#### Data records
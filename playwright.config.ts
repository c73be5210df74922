import { defineConfig } from "@playwright/test";
import { CHROMIUM_ARGS, CHROMIUM_PATH } from "./lib/chromium";

// End-to-end tests in Debian's chromium (never a downloaded browser), against the production
// server that scripts/test.ts starts on APP_URL. One worker: this machine has two cores.
export default defineConfig({
  testDir: "tests/e2e",
  outputDir: "test-results/e2e",
  workers: 1,
  retries: 0,
  timeout: 60_000,
  reporter: [["list"], ["json", { outputFile: "test-results/playwright.json" }]],
  use: {
    baseURL: process.env.APP_URL ?? "http://127.0.0.1:3100",
    viewport: { width: 1280, height: 860 },
    trace: "retain-on-failure",
    launchOptions: {
      executablePath: CHROMIUM_PATH,
      args: CHROMIUM_ARGS,
    },
  },
});
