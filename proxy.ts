// Next.js proxy (the renamed middleware): sets the Content-Security-Policy of every page, with a fresh
// nonce per request for Next's own scripts, and passes the page's own path on to server components so
// a signed-out visitor sent to sign in comes back to it (lib/server/page-guard.ts). It only sets
// headers; it is never a security check.
import { NextResponse, type NextRequest } from "next/server";

export const PATH_HEADER = "x-benchwarden-path";

function pagePolicy(nonce: string): string {
  const dev = process.env.NODE_ENV !== "production";
  return [
    "default-src 'self'",
    // Next.js puts the nonce on its own inline and chunk scripts; 'strict-dynamic' lets those load the rest.
    `script-src 'self' 'nonce-${nonce}' 'strict-dynamic'${dev ? " 'unsafe-eval'" : ""}`,
    // React renders style attributes (the editor's canvas, the print sheet); styles cannot run code.
    "style-src 'self' 'unsafe-inline'",
    "img-src 'self' blob: data:",
    "font-src 'self' data:",
    `connect-src 'self'${dev ? " ws: wss:" : ""}`,
    "worker-src 'self' blob:",
    "object-src 'none'",
    "base-uri 'self'",
    "form-action 'self'",
    "frame-ancestors 'none'",
  ].join("; ");
}

export function proxy(request: NextRequest): NextResponse {
  const nonce = Buffer.from(crypto.randomUUID()).toString("base64");
  const policy = pagePolicy(nonce);
  const requestHeaders = new Headers(request.headers);
  requestHeaders.set(PATH_HEADER, `${request.nextUrl.pathname}${request.nextUrl.search}`);
  // Next.js reads the policy from the request to put the nonce on the scripts it renders.
  requestHeaders.set("x-nonce", nonce);
  requestHeaders.set("content-security-policy", policy);
  const response = NextResponse.next({ request: { headers: requestHeaders } });
  response.headers.set("content-security-policy", policy);
  return response;
}

export const config = {
  // Pages (and public files) only. API routes and Next's own files get their fixed policy from
  // next.config.mjs: a proxy in front of an API route would make Next.js buffer (and past 10 MB cut)
  // the request body, which the routes instead count while it streams (lib/server/api.ts).
  matcher: ["/((?!api/|_next/|favicon.ico).*)"],
};
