/**
 * A first guess of the centre and size: block-average to ≤ 400 px, remove a plane fitted to the darker half (room light),
 * threshold by Otsu, close the gaps between rings, take the brightest connected blob's weighted centroid.
 */
export function coarseCentre(grey: Uint8Array, w: number, h: number): CoarseCentre {
  const f = Math.max(1, Math.ceil(Math.max(w, h) / 400));
  const sw = Math.ceil(w / f);
  const sh = Math.ceil(h / f);
  const small = new Float64Array(sw * sh);
  const cnt = new Float64Array(sw * sh);
  for (let y = 0; y < h; y++) {
    const row = ((y / f) | 0) * sw;
    for (let x = 0; x < w; x++) {
      const k = row + ((x / f) | 0);
      small[k] += grey[y * w + x];
      cnt[k]++;
    }
  }
  for (let k = 0; k < small.length; k++) small[k] /= cnt[k];
  // plane through the darker half, twice (a least-squares plane a + bx + cy)
  const sorted = Float64Array.from(small).sort();
  let cut = sorted[Math.floor(sorted.length * 0.5)];
  let plane = [cut, 0, 0];
  for (let iter = 0; iter < 2; iter++) {
    const m = new Float64Array(9);
    const r = new Float64Array(3);
    const limit = iter === 0 ? cut - plane[0] : 0;
    for (let y = 0; y < sh; y++) {
      for (let x = 0; x < sw; x++) {
        const v = small[y * sw + x];
        if (v - (plane[0] + plane[1] * x + plane[2] * y) > limit) continue;
        m[0] += 1;
        m[1] += x;
        m[2] += y;
        m[4] += x * x;
        m[5] += x * y;
        m[8] += y * y;
        r[0] += v;
        r[1] += x * v;
        r[2] += y * v;
      }
    }
    m[3] = m[1];
    m[6] = m[2];
    m[7] = m[5];
    const solved = solve3(m, r);
    if (solved === null) break;
    plane = solved;
    cut = Infinity;
  }
  const resid = new Float64Array(sw * sh);
  let lo = Infinity;
  let hi = -Infinity;
  for (let y = 0; y < sh; y++) {
    for (let x = 0; x < sw; x++) {
      const v = small[y * sw + x] - (plane[0] + plane[1] * x + plane[2] * y);
      resid[y * sw + x] = v;
      lo = Math.min(lo, v);
      hi = Math.max(hi, v);
    }
  }
  const bins = 256;
  const hist = new Float64Array(bins);
  const span = hi - lo || 1;
  for (const v of resid) hist[Math.min(bins - 1, Math.floor(((v - lo) / span) * bins))]++;
  const threshold = lo + (otsu(hist) / bins) * span;
  // closing: dilate the lit mask twice so rings separated by thin dark rings join one blob
  let mask = new Uint8Array(sw * sh);
  for (let k = 0; k < mask.length; k++) mask[k] = resid[k] > threshold ? 1 : 0;
  for (let pass = 0; pass < 2; pass++) {
    const next = new Uint8Array(mask.length);
    for (let y = 0; y < sh; y++) {
      const y0 = Math.max(0, y - 1);
      const y1 = Math.min(sh - 1, y + 1);
      for (let x = 0; x < sw; x++) {
        const x0 = Math.max(0, x - 1);
        const x1 = Math.min(sw - 1, x + 1);
        let on = 0;
        for (let yy = y0; yy <= y1 && !on; yy++) for (let xx = x0; xx <= x1; xx++) on |= mask[yy * sw + xx];
        next[y * sw + x] = on;
      }
    }
    mask = next;
  }
  // connected blobs (4-neighbours), each weighted by its light above the threshold
  const label = new Int32Array(sw * sh).fill(-1);
  const stack: number[] = [];
  let best = { weight: 0, sx: 0, sy: 0, area: 0 };
  for (let start = 0; start < mask.length; start++) {
    if (!mask[start] || label[start] >= 0) continue;
    let weight = 0;
    let sx = 0;
    let sy = 0;
    let area = 0;
    label[start] = start;
    stack.push(start);
    while (stack.length) {
      const k = stack.pop()!;
      const x = k % sw;
      const y = (k / sw) | 0;
      const wgt = Math.max(0, resid[k] - threshold);
      weight += wgt;
      sx += wgt * (x + 0.5);
      sy += wgt * (y + 0.5);
      area++;
      for (let side = 0; side < 4; side++) {
        const j = side === 0 ? (x > 0 ? k - 1 : -1) : side === 1 ? (x < sw - 1 ? k + 1 : -1) : side === 2 ? (y > 0 ? k - sw : -1) : y < sh - 1 ? k + sw : -1;
        if (j >= 0 && mask[j] && label[j] < 0) {
          label[j] = start;
          stack.push(j);
        }
      }
    }
    if (weight > best.weight) best = { weight, sx, sy, area };
  }
  if (best.weight <= 0) return { x: w / 2, y: h / 2, radiusPx: Math.min(w, h) / 4 };
  return { x: (best.sx / best.weight) * f, y: (best.sy / best.weight) * f, radiusPx: Math.sqrt(best.area / Math.PI) * f };
}
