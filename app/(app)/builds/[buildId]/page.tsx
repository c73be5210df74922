import { dehydrate, HydrationBoundary, QueryClient } from "@tanstack/react-query";
import Link from "next/link";
import { notFound } from "next/navigation";
import { getDb } from "@/db";
import { buildQuery } from "@/components/builds/build-queries";
import { BuildWorkspace } from "@/components/builds/build-workspace";
import { SheetDownload } from "@/components/sheets/sheet-download";
import { Refused } from "@/components/shell/refused";
import { rolesAllow } from "@/lib/auth/permissions";
import { AppError } from "@/lib/errors";
import { BUILD_DONE, formatDate } from "@/lib/format";
import { predictionImages } from "@/lib/build/sheet";
import { getBuild, loadSignedRevision } from "@/lib/server/builds";
import { revisionEyewear } from "@/lib/server/eyewear";
import { pageActor, refusal } from "@/lib/server/page-guard";

export const metadata = { title: "Build" };

export default async function BuildPage({ params }: { params: Promise<{ buildId: string }> }) {
  const actor = await pageActor();
  const refused = refusal(actor, { build: ["read"] });
  if (refused) return <Refused reason={refused} />;
  const { buildId } = await params;
  const db = getDb();
  const build = await getBuild(db, actor, buildId).catch((error: unknown) => {
    if (error instanceof AppError && error.status === 404) notFound();
    throw error;
  });
  const revision = await loadSignedRevision(db, actor, build.revision.id);
  const eyewear = rolesAllow(actor.roles, { eyewear: ["read"] }) ? await revisionEyewear(db, actor, build.revision.id) : null;
  const queryClient = new QueryClient();
  queryClient.setQueryData(buildQuery(buildId).queryKey, build);
  const valid = build.revision.status === "valid";
  return (
    <div className="flex flex-col gap-6">
      <Link href="/builds" className="text-sm">
        ← Benches to build
      </Link>
      <header className="flex flex-col gap-2">
        <p className="text-sm text-muted">{build.revision.labName} · build by {build.technicianName}, started {formatDate(build.startedAt)}</p>
        <h1 className="text-2xl font-semibold">{build.revision.benchTitle}</h1>
        <p>
          <span className="font-semibold">Revision {build.revision.number}</span> · signed off by {build.revision.signerName ?? "—"}
          {build.revision.decidedAt ? ` on ${formatDate(build.revision.decidedAt)}` : ""}
          {build.state === "completed" ? <span className="ml-2 text-ok">● {BUILD_DONE.done}</span> : <span className="ml-2 text-warn">◔ Build in progress</span>}
        </p>
        <p className={valid ? "text-muted" : "text-lg font-semibold text-danger"} role={valid ? undefined : "alert"}>
          {valid ? build.revision.statusSentence : `✕ ${build.revision.statusSentence}`}
        </p>
        {build.revision.conditions ? <p className="rounded-md border border-warn px-3 py-2">Conditions of the sign-off (each is a line of the checklist below): {build.revision.conditions}</p> : null}
        <p className="break-all font-mono text-sm text-muted">Content hash {build.contentHash}</p>
      </header>
      {valid ? <SheetDownload revisionId={build.revision.id} /> : null}
      <HydrationBoundary state={dehydrate(queryClient)}>
        <BuildWorkspace buildId={buildId} images={revision.document.version === 1 ? predictionImages(revision.document) : {}} eyewear={eyewear} />
      </HydrationBoundary>
    </div>
  );
}
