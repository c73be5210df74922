"use client";
// The bench drawing (react-konva, loaded in the browser only): the rail at true scale with a millimetre ruler,
// dimension lines between neighbours, the elements to drag (with snapping), the beam envelope patterned by the
// required eyewear OD, per aperture the zone badge, and the finder's screen positions as ticks on the ruler.
// The view (scale and pan) belongs to the editor; this component reports gestures (wheel, drag, two-finger pinch).
// An element drag stays inside this component while it lasts (the moving elements' positions as local state, so only
// the drawing redraws per pointer move: the elements that moved and the dimension lines); the editor hears of it
// once, on drag end (select the dragged element if needed, then one set-positions: one undo step, one analysis).
import Konva from "konva";
import { memo, useEffect, useLayoutEffect, useMemo, useRef, useState } from "react";
import { Group, Layer, Line, Rect, Shape, Stage, Text, Circle, Wedge } from "react-konva";
import type { BenchDocument, BenchElement } from "@/lib/bench/schema";
import type { KeyedAnalysis } from "@/lib/api/bench-queries";
import { CANVAS_HEIGHT } from "./canvas-constants";
import { CanvasSymbol, SYMBOL_HALF_HEIGHT } from "./canvas-symbol";
import { dragPositions, dragStart } from "./drag";
import { shortLabel, snapMm } from "./element-kinds";
import { envelopeSlice, type HazardSegment } from "./hazard-bands";
import { BAND_STYLES, THEME, type HatchKind } from "./palette-colours";
import { CENTRE_SYMBOL, type FinderTick } from "./screen-finder";
import { clampScale, pinchZoom, touchPair, type View } from "./view";
import { computedOdText } from "@/lib/format/eyewear";

// Touch moves must reach the stage while it is being dragged, or a second finger could never start a pinch.
Konva.hitOnDragEnabled = true;

/** A drag started by a finger (which a second finger may turn into a pinch) rather than a mouse or pen. */
const isTouch = (evt: Event | undefined) =>
  evt !== undefined && ((typeof TouchEvent !== "undefined" && evt instanceof TouchEvent) || (evt as PointerEvent).pointerType === "touch");

const DIM_Y = 26;
const RAIL_Y = 190;
const RAIL_BAR_Y = RAIL_Y + SYMBOL_HALF_HEIGHT + 12;
const LABEL_Y = RAIL_BAR_Y + 16;
const RULER_Y = CANVAS_HEIGHT - 44;
const BADGE_Y = RAIL_Y - SYMBOL_HALF_HEIGHT - 52;
// The beam stays above the rail bar (and so off the labels and the ruler below it), the same height up and down.
const MAX_BEAM_PX = Math.min(RAIL_Y - DIM_Y - 20, RAIL_BAR_Y - RAIL_Y - 4);
const TICK_LABEL_Y = RULER_Y - 34;
/** A second row of element labels sits this far below the first. */
const LABEL_ROW_PX = 30;

/** Half the width a label takes under the rail (id and short description), estimated from the characters. */
function labelHalfWidthPx(e: BenchDocument["elements"][number]): number {
  return Math.max(e.id.length * 7.5, shortLabel(e).length * 6.5, 24) / 2;
}

export type BenchCanvasProps = {
  doc: BenchDocument;
  selection: string[];
  analysis: KeyedAnalysis | undefined;
  /** The beam's stretches by required eyewear OD (hazard-bands.ts); empty when there is no safety assessment. */
  hazardSegments: HazardSegment[];
  stale: boolean;
  canEdit: boolean;
  view: View;
  width: number;
  exaggeration: number;
  snapStepMm: number;
  /** The finder's best screen positions for the selected aperture (empty when none is selected). */
  finderTicks: FinderTick[];
  finderStale: boolean;
  onViewChange: (view: View) => void;
  onSelect: (ids: string[]) => void;
  onToggleSelect: (id: string) => void;
  onMove: (positions: Record<string, number>, coalesce: string) => void;
};

const TICK_STEPS_MM = [0.1, 0.2, 0.5, 1, 2, 5, 10, 20, 25, 50, 100, 200, 250, 500, 1000, 2000, 2500, 5000, 10000, 20000, 50000];

function stepFor(pxPerMm: number, minPx: number): number {
  return TICK_STEPS_MM.find((s) => s * pxPerMm >= minPx) ?? TICK_STEPS_MM[TICK_STEPS_MM.length - 1];
}

const fmt = (mm: number) => `${Number(mm.toFixed(2))}`;
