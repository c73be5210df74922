// The outbox's Message-ID (lib/mail/worker.ts outboxMessageId): the same for a row on every attempt,
// different for two rows, in the form RFC 5322 §3.6.4 gives (msg-id = "<" id-left "@" id-right ">").
import { describe, expect, it } from "vitest";
import { outboxMessageId } from "@/lib/mail/worker";

describe("outboxMessageId", () => {
  const row = "3f2a9c1e-5b7d-4e8f-9a01-23456789abcd";
  it("is made from the row id and the sender's domain, and repeats for the same row", () => {
    expect(outboxMessageId(row, "Benchwarden <benchwarden@northmere.example.edu>")).toBe(`<outbox.${row}@northmere.example.edu>`);
    expect(outboxMessageId(row, "Benchwarden <benchwarden@northmere.example.edu>")).toBe(outboxMessageId(row, "Benchwarden <benchwarden@northmere.example.edu>"));
    expect(outboxMessageId(row, "benchwarden@optics.example.edu")).toBe(`<outbox.${row}@optics.example.edu>`);
  });
  it("differs between rows", () => {
    expect(outboxMessageId(row, "a@b.example")).not.toBe(outboxMessageId(row.replace("3f", "40"), "a@b.example"));
  });
  it("falls back to a reserved domain when the sender has none usable", () => {
    expect(outboxMessageId(row, "Benchwarden")).toBe(`<outbox.${row}@benchwarden.invalid>`);
    expect(outboxMessageId(row, "x@bad domain>")).toBe(`<outbox.${row}@benchwarden.invalid>`);
  });
});
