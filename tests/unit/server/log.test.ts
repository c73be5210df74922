// The request fields every error log line carries: a request id (the proxy's when it is sane, else a new one) and the actor.
import { describe, expect, it } from "vitest";
import { requestFields, requestIdOf } from "@/lib/log";

describe("request ids and fields for the log", () => {
  it("keeps a sane x-request-id and makes a new one otherwise", () => {
    expect(requestIdOf(new Request("http://x/api/a", { headers: { "x-request-id": "proxy-1234abcd" } }))).toBe("proxy-1234abcd");
    const made = requestIdOf(new Request("http://x/api/a", { headers: { "x-request-id": "bad id; drop table" } }));
    expect(made).toMatch(/^[0-9a-f]{8}-[0-9a-f]{4}-4[0-9a-f]{3}-[89ab][0-9a-f]{3}-[0-9a-f]{12}$/);
    expect(requestIdOf(new Request("http://x/api/a"))).not.toBe(made);
  });
  it("names the method, the path without its query, and the actor", () => {
    const request = new Request("http://x/api/builds/1?token=secret", { method: "POST" });
    expect(requestFields(request, "r1", { userId: "u1", roles: ["technician", "auditor"] })).toEqual({
      requestId: "r1",
      method: "POST",
      path: "/api/builds/1",
      actorId: "u1",
      actorRoles: "technician,auditor",
    });
    expect(requestFields(request, "r2").actorId).toBeNull();
  });
});
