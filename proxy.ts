// Next.js proxy (the renamed middleware): sets the Content-Security-Policy of every response, with a
// fresh nonce per page for Next's own scripts. It only sets headers; authorization is lib/server's.
import { NextResponse, type NextRequest } from "next/server";

function pagePolicy(nonce: string): string {
  const dev = process.env.NODE_ENV !== "production";
  return [
    "default-src 'self'",
    // Next.js puts the nonce on its own inline and chunk scripts; 'strict-dynamic' lets those load the rest.
    `script-src 'self' 'nonce-${nonce}' 'strict-dynamic'${dev ? " 'unsafe-eval'" : ""}`,
    // React renders style attributes (the editor's canvas, the print sheet); styles cannot run code.
    "style-src 'self' 'unsafe-inline'",
    "img-src 'self' blob: data:",
    "font-src 'self' data:",
    `connect-src 'self'${dev ? " ws: wss:" : ""}`,
    "worker-src 'self' blob:",
    "object-src 'none'",
    "base-uri 'self'",
    "form-action 'self'",
    "frame-ancestors 'none'",
  ].join("; ");
}

/** API answers are data, never documents: nothing may run, load or frame them. */
const API_POLICY = "default-src 'none'; frame-ancestors 'none'";

export function proxy(request: NextRequest): NextResponse {
  if (request.nextUrl.pathname.startsWith("/api/")) {
    const response = NextResponse.next();
    response.headers.set("content-security-policy", API_POLICY);
    return response;
  }
  const nonce = Buffer.from(crypto.randomUUID()).toString("base64");
  const policy = pagePolicy(nonce);
  // Next.js reads the policy from the request to put the nonce on the scripts it renders.
  const requestHeaders = new Headers(request.headers);
  requestHeaders.set("x-nonce", nonce);
  requestHeaders.set("content-security-policy", policy);
  const response = NextResponse.next({ request: { headers: requestHeaders } });
  response.headers.set("content-security-policy", policy);
  return response;
}

export const config = {
  // Static files get their headers from next.config.mjs.
  matcher: ["/((?!_next/static|_next/image|favicon.ico).*)"],
};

#### Problem to solve
If a line in the records has the word "lines", copy that line.

#### Written answer
// dimension lines between neighbours, the elements to drag (with snapping), the beam envelope patterned by the
// the drawing redraws per pointer move: the elements that moved and the dimension lines); the editor hears of it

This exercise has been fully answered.